Operating in the Shadows: Extremist Collective Publishes Guide for Illicit Organizational Survival

Executive Summary

A new operational security manual, The Briarthorn OpSec Guide, was released in 2025 by an anonymous collective through the No Trace Project. The guide is a tactical blueprint for operating an illegal activist organization while evading law enforcement in the UK.

Analysis

The Briarthorn OpSec Guide, published via the No Trace Project in 2025, is an openly subversive manual that offers step-by-step procedures for establishing and maintaining a clandestine activist organization. Explicitly targeting individuals engaged in unlawful actions, the guide describes in plain language how to travel undetected, avoid surveillance, manage sensitive communications, and eliminate digital traces — all under the premise of resisting state power.

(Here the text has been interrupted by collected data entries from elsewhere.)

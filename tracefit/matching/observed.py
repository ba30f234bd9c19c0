"""What identification starts from: observed band families (detected or measured by hand)."""

from __future__ import annotations

import math
from dataclasses import dataclass, replace
from typing import Any, Iterable

import numpy as np

from tracefit.conventions import fold_axial
from tracefit.errors import TracefitInputError, real_number

__all__ = ["ObservedFamily", "observed_from_detection", "as_observed"]

#: Sigma of a family given as a bare angle, degrees (a careful reading of a clear band; common practice, no source).
DEFAULT_ANGLE_SIGMA_DEG = 0.5


@dataclass
class ObservedFamily:
    """One observed family of parallel bands (detected in an image or measured by hand).

    Parameters
    ----------
    angle_deg : float
        Image-frame axial angle, degrees ccw from +x; folded to [0, 180).
    angle_sigma_deg : float
        One-sigma uncertainty of the angle, degrees (>= 0).
    grain : int, str or None
        Grain the family belongs to (None for a single-orientation image).
    source : str
        ``"detected"`` (the open search over every direction), ``"guided"`` (detected by the
        search along the grain's predicted traces: it agrees with one of them to a few degrees
        by construction, so it does not test the orientation or frame) or ``"measured"``.
    label : str or None
        Free label for reports (``"crack"`` marks a crack).
    n_bands, strength : optional
        Detection details, carried through to reports.
    boundary_continuation : float, optional
        Share of the family's lines that run on straight into a neighbouring grain with the
        same contrast (:func:`tracefit.maps.tables.line_continuation`); reported, not used in the
        probabilities.
    search_width_deg : float
        Width of the range of angles the family could have been found in, degrees: 180 for an
        open search or a measurement, 2 x the tolerance for a guided family (6). Lying near the
        trace it was looked for at is then no evidence of its own: identification weighs its
        "none of these" per trace searched (:func:`tracefit.matching.window_log_mass`,
        ``docs/identify.md``).
    sought_at_deg : float or None
        Centre of that window (the predicted trace a guided family was looked for at), degrees;
        needed when ``search_width_deg`` is under 180.
    sought_on : str or None
        For a guided family, what the detector judged it on (``"ridge pixels"`` or ``"line
        sums"``, :attr:`tracefit.image.BandFamily.sought_on`); named in its notes.

    Raises
    ------
    TracefitInputError
        For a non-finite angle, a negative or non-finite sigma, a search width outside (0, 180], or
        a narrower one without a finite ``sought_at_deg``.

    Examples
    --------
    >>> f = ObservedFamily(-44.8, 0.2)
    >>> round(f.angle_deg, 3), f.angle_sigma_deg, f.source
    (135.2, 0.2, 'detected')
    """

    angle_deg: float
    angle_sigma_deg: float = DEFAULT_ANGLE_SIGMA_DEG
    grain: Any = None
    source: str = "detected"
    label: str | None = None
    n_bands: int | None = None
    strength: float | None = None
    boundary_continuation: float | None = None
    search_width_deg: float = 180.0
    sought_at_deg: float | None = None
    sought_on: str | None = None

    def __post_init__(self):
        a = real_number(self.angle_deg, "angle_deg", finite=False)
        s = real_number(self.angle_sigma_deg, "angle_sigma_deg", finite=False)
        if not math.isfinite(a):
            raise TracefitInputError(f"a family angle must be a finite number of degrees, got {self.angle_deg!r}")
        if not (math.isfinite(s) and s >= 0):
            raise TracefitInputError(f"a family angle sigma must be >= 0 degrees, got {self.angle_sigma_deg!r}")
        w = real_number(self.search_width_deg, "search_width_deg", finite=False)
        if not (0.0 < w <= 180.0):
            raise TracefitInputError(f"a family's search width must be in (0, 180] degrees, got {self.search_width_deg!r}")
        if self.sought_at_deg is not None:
            c = real_number(self.sought_at_deg, "sought_at_deg", finite=False)
            if not math.isfinite(c):
                raise TracefitInputError(f"a family's sought_at_deg must be a finite angle, got {self.sought_at_deg!r}")
            self.sought_at_deg = fold_axial(c)
        elif w < 180.0:
            raise TracefitInputError("a family with a search width under 180 deg needs sought_at_deg (the window's centre)")
        if self.sought_on is not None and not isinstance(self.sought_on, str):
            raise TracefitInputError(f"a family's sought_on must be text or None, got {self.sought_on!r}")
        self.angle_deg = fold_axial(a)
        self.angle_sigma_deg = s
        self.search_width_deg = w


def observed_from_detection(result: Any, grain: Any = None, min_sigma_deg: float = 0.1) -> list[ObservedFamily]:
    """Observed families from a detection result.

    Parameters
    ----------
    result : DetectionResult or sequence of BandFamily
        :func:`tracefit.image.detect_bands` output, or its ``families``; each family needs
        ``angle_deg`` and may have ``angle_sigma_deg``, ``n_bands``, ``strength``.
    grain : optional
        Grain key given to every family (labels become ``G<grain>-F<k>``).
    min_sigma_deg : float
        Floor of the angle sigma, degrees: a detection's own sigma can be unrealistically small.

    Returns
    -------
    list of ObservedFamily
        In detection order, ``source="detected"`` (``"guided"`` for a family with a
        ``sought_at`` trace, its ``search_width_deg`` twice the detector's ``sought_within_deg``),
        labelled ``F1``, ``F2``, ...

    Raises
    ------
    TracefitInputError
        For a family with a non-finite angle or sigma.

    Examples
    --------
    >>> from types import SimpleNamespace
    >>> fams = observed_from_detection([SimpleNamespace(angle_deg=30.0, angle_sigma_deg=0.02)], grain=3)
    >>> fams[0].label, fams[0].angle_sigma_deg
    ('G3-F1', 0.1)
    """
    fams = getattr(result, "families", result)
    out = []
    for k, f in enumerate(fams):
        guided = getattr(f, "sought_at", None) is not None
        within = getattr(f, "sought_within_deg", None) if guided else None
        out.append(
            ObservedFamily(
                angle_deg=float(f.angle_deg),
                angle_sigma_deg=max(float(getattr(f, "angle_sigma_deg", DEFAULT_ANGLE_SIGMA_DEG) or 0.0), min_sigma_deg),
                grain=grain,
                source="guided" if guided else "detected",
                label=f"F{k + 1}" if grain is None else f"G{grain}-F{k + 1}",
                n_bands=getattr(f, "n_bands", None),
                strength=getattr(f, "strength", None),
                search_width_deg=180.0 if within is None else min(2.0 * float(within), 180.0),
                sought_at_deg=float(f.sought_at) if guided else None,
                sought_on=getattr(f, "sought_on", None) if guided else None,
            )
        )
    return out


def as_observed(observed: Iterable[Any], grain: Any = None) -> list[ObservedFamily]:
    """Observed families from ObservedFamily objects or bare angles.

    Parameters
    ----------
    observed : iterable of ObservedFamily or float
        Families; a bare number is an angle in degrees with sigma 0.5, ``source="measured"``.
    grain : optional
        Grain given to families that have none.

    Returns
    -------
    list of ObservedFamily
        In input order.

    Raises
    ------
    TracefitInputError
        For anything else in ``observed``.

    Examples
    --------
    >>> [(round(f.angle_deg, 1), f.grain) for f in as_observed([30, ObservedFamily(200.0)], grain=1)]
    [(30.0, 1), (20.0, 1)]
    """
    if isinstance(observed, (str, bytes)) or not hasattr(observed, "__iter__"):
        raise TracefitInputError(f"observed must be a sequence of ObservedFamily or angles, got {type(observed).__name__}")
    out = []
    for o in observed:
        if isinstance(o, ObservedFamily):
            if grain is not None and o.grain is None:
                o = replace(o, grain=grain)
            out.append(o)
        elif isinstance(o, (int, float, np.floating, np.integer)) and not isinstance(o, bool):
            out.append(ObservedFamily(float(o), DEFAULT_ANGLE_SIGMA_DEG, grain, "measured"))
        else:
            raise TracefitInputError(f"an observed family must be an angle or an ObservedFamily, got {type(o).__name__}")
    return out
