def read_results(path) -> pd.DataFrame:
    """Read a triage results file; booleans parsed, ids kept as strings."""
    path = Path(path)
    if not path.is_file():
        partial = path.with_name(path.name + ".partial")
        hint = " (an unfinished run exists: rerun triage with --resume)" if partial.exists() else ""
        raise InputError(f"{path}: no such results file{hint}")
    df = pd.read_csv(path, dtype={"event_id": str, "catalog_id": str, "flash_id": str,
                                  "label": str, "prediction_set": str, "review_reason": str,
                                  "review_why": str, "model_version": str, "adaptation": str},
                     keep_default_na=False, na_values=[""])
    missing = [c for c in RESULT_COLUMNS if c not in df.columns]
    if missing:
        raise InputError(f"{path}: not a pulsesort triage results file (missing columns "
                         f"{missing})")
    for c in BOOL_COLUMNS:
        if c in df.columns and df[c].dtype != bool:   # pandas reads true/false itself
            df[c] = df[c].astype(str)
            bad = ~df[c].isin(["true", "false"])
            if bad.any():
                raise InputError(f"{path}: column {c!r} must be true/false; line "
                                 f"{int(np.flatnonzero(bad.to_numpy())[0]) + 2} has "
                                 f"{df[c][bad].iloc[0]!r}")
            df[c] = df[c].eq("true")
    for c in ("prediction_set", "review_reason", "review_why", "flash_id", "label"):
        if c in df.columns:
            df[c] = df[c].fillna("")
    if "time_utc" in df.columns:
        df["time_utc"] = pd.to_datetime(df["time_utc"], format="ISO8601", utc=True)
    return df


def print_summary(summary: dict, file=sys.stdout) -> None:
    """The end-of-run summary, for people."""
    n = summary["n"]
    print(f"triaged {n:,} pulses in {summary['seconds']:.1f} s "
          f"({summary['pulses_per_s']:,.0f} pulses/s) with {summary['model_version']}",
          file=file)
    for c, k in sorted(summary["per_class"].items(), key=lambda kv: -kv[1]):
        print(f"  {c or '(no class)':<20} {k:>9,}  ({100 * k / max(n, 1):5.1f} %)", file=file)
    print(f"  need review          {summary['n_review']:>9,}  "
          f"({100 * summary['n_review'] / max(n, 1):5.1f} %)", file=file)
    reasons = {k: v for k, v in summary["reasons"].items() if v}
    if reasons:
        print("    why: " + ", ".join(f"{k} {v:,}" for k, v in reasons.items()), file=file)
    print(f"  novel                {summary['n_novel']:>9,}", file=file)
    print(f"  adaptation: {summary['adaptation']}", file=file)
    print(f"results: {summary['out']}", file=file)
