where :math:`u_t = \sigma^2\nabla\psi_t` is the result's control (length/time), known at the cell
centres and the K+1 grid times, interpolated linearly in space (bilinearly in 2D, constant beyond
the outermost centres) and linearly in time. The scheme is Euler–Maruyama with ``m`` sub-steps
of length :math:`\delta = \Delta t_k/m` per grid step; particles that cross a wall are reflected
(the grid's walls are no-flux, i.e. reflecting). The same seed drives an uncontrolled run
(u = 0, same initial particles, same Brownian increments), which by the law of large numbers
follows the McKean–Vlasov equation :math:`\partial_t\rho = \frac{\sigma^2}{2}\Delta\rho +
\nabla\cdot(\rho\nabla(U + W*\rho))`, solved on the grid by :func:`mckean_vlasov_flow`.

Along each controlled path the cost is accumulated by the trapezoid rule over the sub-steps,
:math:`I^i = \sum_s \tfrac12(|u_{t_s}(X^i_{t_s})|^2 + |u_{t_{s+1}}(X^i_{t_{s+1}})|^2)
\delta/(2\sigma^2)` (the left-point rule is biased by O(δ): measured −1.3% of J at δ = 0.01 on
the linear–quadratic case, more than the 95% interval's half-width at N = 4000); by
Girsanov's theorem :math:`I^i` is the expected log-likelihood ratio of the controlled against
the uncontrolled path of particle i given the others, and :math:`\frac1N\sum_i I^i \to J =
\frac{1}{2\sigma^2}\iint|u|^2\rho` as N → ∞. Its 95% interval is
:math:`\bar I \pm 1.96\,s_I/\sqrt N` (central limit theorem over particles; the particles are
exchangeable and their correlation is O(1/N)).

Number of sub-steps
-------------------
Euler–Maruyama has weak order one: for an Ornstein–Uhlenbeck process of rate L the stationary
variance of the scheme is :math:`\sigma^2/(2L - L^2\delta)`, a relative bias :math:`L\delta/2`
(common practice, no source; exact for the linear recursion). :func:`default_substeps` estimates
L as the largest derivative of the total drift over the cells that hold mass, on the grid, and
takes :math:`m = \lceil L\Delta t / 0.02\rceil` (at most 64), so the bias in variance stays near
1%, and that in a standard deviation or in W₁ near 0.5% of the spread: below the sampling error
:math:`\approx 0.5\,N^{-1/2}` of the spread up to N ≈ 10⁴. Measured on the linear–quadratic case
of ``tests/test_particles.py`` (L ≈ 2.6, Δt = 0.01 → m = 2): the terminal variance bias is
within the sampling noise at N = 2·10⁵.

The guide prioritizes two key concepts: threat modeling and defense in depth. Threat modeling helps actors assess their exposure based on what adversaries — primarily UK police — can realistically do. Defense in depth assumes eventual failure of security measures and builds multiple layers of redundancy to minimize damage when a breach occurs. This dual structure reflects operational philosophies used by insurgent or extremist cells globally.

Among the guide’s procedures are instructions for buying goods anonymously (both online and offline), sending mail securely, laundering money, using encrypted communications, hiding digital or physical materials, and managing arrest scenarios. Messaging strategies focus heavily on Signal, while browser anonymity and cryptocurrency best practices are detailed through tools like Tor, Tails, and Monero. For higher-risk actions, the guide outlines “Paranoid” procedures such as rotating burner phones, storing items offsite, and avoiding metadata leaks.

The authors caution users not to become paralyzed by security concerns, urging them to act despite imperfect setups. This emphasis on “doing over perfecting” reflects a movement mindset: resistance must continue even under threat. While the guide avoids any direct ideological labels, it is built for those who operate outside the law in pursuit of political or ideological goals — making it a potential threat multiplier for radicalized cells or lone actors.

Its publication through No Trace Project, a known anti-state resource hub, and its unapologetic framing as a tool for “illegal activist organisations,” position this guide not as theoretical advocacy, but as a manual intended for real-world subversion.